# What you will do
What is needed is an exact retyping of the records below, from the first line through the line that contains "if (!r.status.ok) return r.status;".

[Collected data entries]
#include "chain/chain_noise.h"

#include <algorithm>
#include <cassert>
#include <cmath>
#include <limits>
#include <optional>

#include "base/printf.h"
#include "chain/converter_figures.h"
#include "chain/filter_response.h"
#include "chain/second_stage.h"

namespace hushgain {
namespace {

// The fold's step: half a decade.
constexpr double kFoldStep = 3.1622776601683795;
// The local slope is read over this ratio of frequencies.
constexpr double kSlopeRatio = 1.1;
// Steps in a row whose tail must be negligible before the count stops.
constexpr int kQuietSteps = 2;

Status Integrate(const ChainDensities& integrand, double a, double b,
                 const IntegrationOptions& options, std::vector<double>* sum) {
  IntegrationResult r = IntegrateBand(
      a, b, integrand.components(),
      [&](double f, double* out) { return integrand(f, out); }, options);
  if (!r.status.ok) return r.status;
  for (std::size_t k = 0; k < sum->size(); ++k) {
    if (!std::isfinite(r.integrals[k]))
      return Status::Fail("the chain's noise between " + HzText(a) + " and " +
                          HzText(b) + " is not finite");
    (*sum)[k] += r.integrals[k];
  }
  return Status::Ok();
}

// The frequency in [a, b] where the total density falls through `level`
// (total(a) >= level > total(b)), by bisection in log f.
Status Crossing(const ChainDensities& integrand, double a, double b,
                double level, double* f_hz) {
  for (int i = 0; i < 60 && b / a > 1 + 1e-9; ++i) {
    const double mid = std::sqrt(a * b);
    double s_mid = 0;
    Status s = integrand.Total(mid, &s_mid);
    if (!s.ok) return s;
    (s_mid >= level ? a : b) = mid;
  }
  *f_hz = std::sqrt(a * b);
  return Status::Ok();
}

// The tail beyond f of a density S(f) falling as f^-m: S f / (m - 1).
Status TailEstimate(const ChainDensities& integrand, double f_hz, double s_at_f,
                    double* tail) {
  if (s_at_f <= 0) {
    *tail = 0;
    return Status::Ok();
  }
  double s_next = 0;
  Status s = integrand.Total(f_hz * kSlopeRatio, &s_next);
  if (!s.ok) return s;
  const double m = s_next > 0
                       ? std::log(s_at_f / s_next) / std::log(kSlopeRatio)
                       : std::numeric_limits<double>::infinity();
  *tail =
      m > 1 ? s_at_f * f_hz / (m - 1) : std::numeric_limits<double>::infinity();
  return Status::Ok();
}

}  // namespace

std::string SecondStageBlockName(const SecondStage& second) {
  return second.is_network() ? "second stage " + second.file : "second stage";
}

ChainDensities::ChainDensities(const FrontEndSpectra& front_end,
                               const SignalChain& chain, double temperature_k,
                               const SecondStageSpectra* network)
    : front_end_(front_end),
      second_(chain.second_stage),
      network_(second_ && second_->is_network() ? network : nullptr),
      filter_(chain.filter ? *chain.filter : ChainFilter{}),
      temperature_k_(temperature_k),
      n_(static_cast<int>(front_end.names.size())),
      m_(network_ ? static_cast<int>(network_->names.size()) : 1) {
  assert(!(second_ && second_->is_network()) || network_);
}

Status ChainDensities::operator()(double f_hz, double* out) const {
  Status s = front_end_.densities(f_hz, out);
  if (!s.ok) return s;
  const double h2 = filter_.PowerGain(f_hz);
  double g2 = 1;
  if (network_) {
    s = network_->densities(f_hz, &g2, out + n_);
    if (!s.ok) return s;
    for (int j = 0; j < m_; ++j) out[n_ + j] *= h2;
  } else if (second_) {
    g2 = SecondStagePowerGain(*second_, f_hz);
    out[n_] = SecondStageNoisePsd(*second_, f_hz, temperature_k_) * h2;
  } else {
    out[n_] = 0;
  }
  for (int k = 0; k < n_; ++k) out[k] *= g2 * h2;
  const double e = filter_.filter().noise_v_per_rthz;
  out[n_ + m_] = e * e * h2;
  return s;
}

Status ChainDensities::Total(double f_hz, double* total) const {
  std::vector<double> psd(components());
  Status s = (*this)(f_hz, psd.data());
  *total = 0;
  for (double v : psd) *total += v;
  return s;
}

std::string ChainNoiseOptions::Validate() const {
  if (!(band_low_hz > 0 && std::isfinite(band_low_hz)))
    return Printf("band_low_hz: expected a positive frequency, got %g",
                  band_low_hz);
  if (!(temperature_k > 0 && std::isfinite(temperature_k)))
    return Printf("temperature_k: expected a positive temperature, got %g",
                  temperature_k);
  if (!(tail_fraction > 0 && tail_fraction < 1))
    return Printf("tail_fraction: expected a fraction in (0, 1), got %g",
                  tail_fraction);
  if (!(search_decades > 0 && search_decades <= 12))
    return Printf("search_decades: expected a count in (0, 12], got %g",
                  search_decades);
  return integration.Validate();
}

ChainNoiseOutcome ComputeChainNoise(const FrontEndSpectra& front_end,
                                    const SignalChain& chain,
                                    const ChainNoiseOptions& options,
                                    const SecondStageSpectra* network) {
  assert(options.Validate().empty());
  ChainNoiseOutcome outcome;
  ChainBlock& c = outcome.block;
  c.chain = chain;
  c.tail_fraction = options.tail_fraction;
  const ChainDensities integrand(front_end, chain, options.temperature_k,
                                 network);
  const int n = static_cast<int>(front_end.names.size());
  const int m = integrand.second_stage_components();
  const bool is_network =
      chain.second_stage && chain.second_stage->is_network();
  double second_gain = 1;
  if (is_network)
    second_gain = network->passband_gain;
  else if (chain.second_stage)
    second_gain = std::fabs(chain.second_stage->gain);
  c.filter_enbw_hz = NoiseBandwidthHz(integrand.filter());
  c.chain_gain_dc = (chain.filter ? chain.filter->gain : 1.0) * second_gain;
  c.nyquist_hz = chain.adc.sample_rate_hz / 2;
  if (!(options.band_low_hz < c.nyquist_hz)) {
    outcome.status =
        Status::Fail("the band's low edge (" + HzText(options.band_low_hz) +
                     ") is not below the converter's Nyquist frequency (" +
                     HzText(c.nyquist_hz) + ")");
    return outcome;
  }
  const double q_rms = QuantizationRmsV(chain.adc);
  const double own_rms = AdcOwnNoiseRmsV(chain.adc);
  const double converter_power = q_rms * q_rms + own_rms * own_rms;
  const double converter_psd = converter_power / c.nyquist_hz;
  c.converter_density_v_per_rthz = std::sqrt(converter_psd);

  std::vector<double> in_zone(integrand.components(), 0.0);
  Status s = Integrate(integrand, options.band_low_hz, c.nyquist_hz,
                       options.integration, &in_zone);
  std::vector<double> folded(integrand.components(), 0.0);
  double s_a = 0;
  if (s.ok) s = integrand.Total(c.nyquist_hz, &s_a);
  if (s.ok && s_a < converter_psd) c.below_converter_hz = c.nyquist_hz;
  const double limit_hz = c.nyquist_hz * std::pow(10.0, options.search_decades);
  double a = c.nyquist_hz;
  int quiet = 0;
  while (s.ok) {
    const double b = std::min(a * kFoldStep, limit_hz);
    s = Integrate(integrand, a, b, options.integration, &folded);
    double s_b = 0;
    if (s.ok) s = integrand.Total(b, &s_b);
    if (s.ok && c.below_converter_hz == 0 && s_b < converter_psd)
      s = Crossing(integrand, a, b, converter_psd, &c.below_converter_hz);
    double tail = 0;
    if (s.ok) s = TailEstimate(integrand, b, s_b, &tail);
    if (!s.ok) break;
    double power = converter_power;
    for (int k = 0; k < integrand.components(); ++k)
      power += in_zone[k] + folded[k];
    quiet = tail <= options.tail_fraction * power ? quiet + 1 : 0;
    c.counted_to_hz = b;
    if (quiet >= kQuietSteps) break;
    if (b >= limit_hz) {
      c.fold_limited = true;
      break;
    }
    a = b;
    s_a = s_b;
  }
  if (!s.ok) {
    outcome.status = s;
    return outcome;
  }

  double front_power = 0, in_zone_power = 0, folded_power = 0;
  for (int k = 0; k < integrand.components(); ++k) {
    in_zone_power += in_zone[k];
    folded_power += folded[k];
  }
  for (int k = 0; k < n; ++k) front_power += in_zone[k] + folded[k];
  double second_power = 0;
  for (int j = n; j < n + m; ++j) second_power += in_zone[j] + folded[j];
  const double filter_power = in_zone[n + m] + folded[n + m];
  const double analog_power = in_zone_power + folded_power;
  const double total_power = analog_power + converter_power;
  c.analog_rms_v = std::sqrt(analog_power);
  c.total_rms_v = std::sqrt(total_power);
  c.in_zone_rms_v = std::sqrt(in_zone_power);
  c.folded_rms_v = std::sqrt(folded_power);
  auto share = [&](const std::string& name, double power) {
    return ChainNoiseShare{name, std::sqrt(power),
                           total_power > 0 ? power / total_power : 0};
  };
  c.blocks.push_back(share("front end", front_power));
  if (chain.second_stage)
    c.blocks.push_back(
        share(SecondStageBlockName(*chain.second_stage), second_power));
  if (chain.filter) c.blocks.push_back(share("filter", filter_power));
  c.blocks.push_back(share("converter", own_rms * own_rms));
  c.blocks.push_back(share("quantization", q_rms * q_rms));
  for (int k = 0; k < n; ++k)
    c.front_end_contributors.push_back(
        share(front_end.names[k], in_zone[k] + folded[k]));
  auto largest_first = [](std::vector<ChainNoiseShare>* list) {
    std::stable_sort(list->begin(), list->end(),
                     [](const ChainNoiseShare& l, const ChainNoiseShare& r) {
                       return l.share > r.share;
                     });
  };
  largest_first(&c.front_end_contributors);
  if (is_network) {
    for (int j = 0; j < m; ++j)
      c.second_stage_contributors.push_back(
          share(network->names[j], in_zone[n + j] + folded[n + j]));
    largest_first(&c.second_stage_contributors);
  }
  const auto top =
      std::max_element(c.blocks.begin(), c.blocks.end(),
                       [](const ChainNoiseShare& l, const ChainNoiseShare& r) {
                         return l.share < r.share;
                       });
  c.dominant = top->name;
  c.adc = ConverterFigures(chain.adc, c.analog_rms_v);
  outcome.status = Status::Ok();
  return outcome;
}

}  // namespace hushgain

# Task result
#include "chain/chain_noise.h"

#include <algorithm>
#include <cassert>
#include <cmath>
#include <limits>
#include <optional>

#include "base/printf.h"
#include "chain/converter_figures.h"
#include "chain/filter_response.h"
#include "chain/second_stage.h"

namespace hushgain {
namespace {

// The fold's step: half a decade.
constexpr double kFoldStep = 3.1622776601683795;
// The local slope is read over this ratio of frequencies.
constexpr double kSlopeRatio = 1.1;
// Steps in a row whose tail must be negligible before the count stops.
constexpr int kQuietSteps = 2;

Status Integrate(const ChainDensities& integrand, double a, double b,
                 const IntegrationOptions& options, std::vector<double>* sum) {
  IntegrationResult r = IntegrateBand(
      a, b, integrand.components(),
      [&](double f, double* out) { return integrand(f, out); }, options);
  if (!r.status.ok) return r.status;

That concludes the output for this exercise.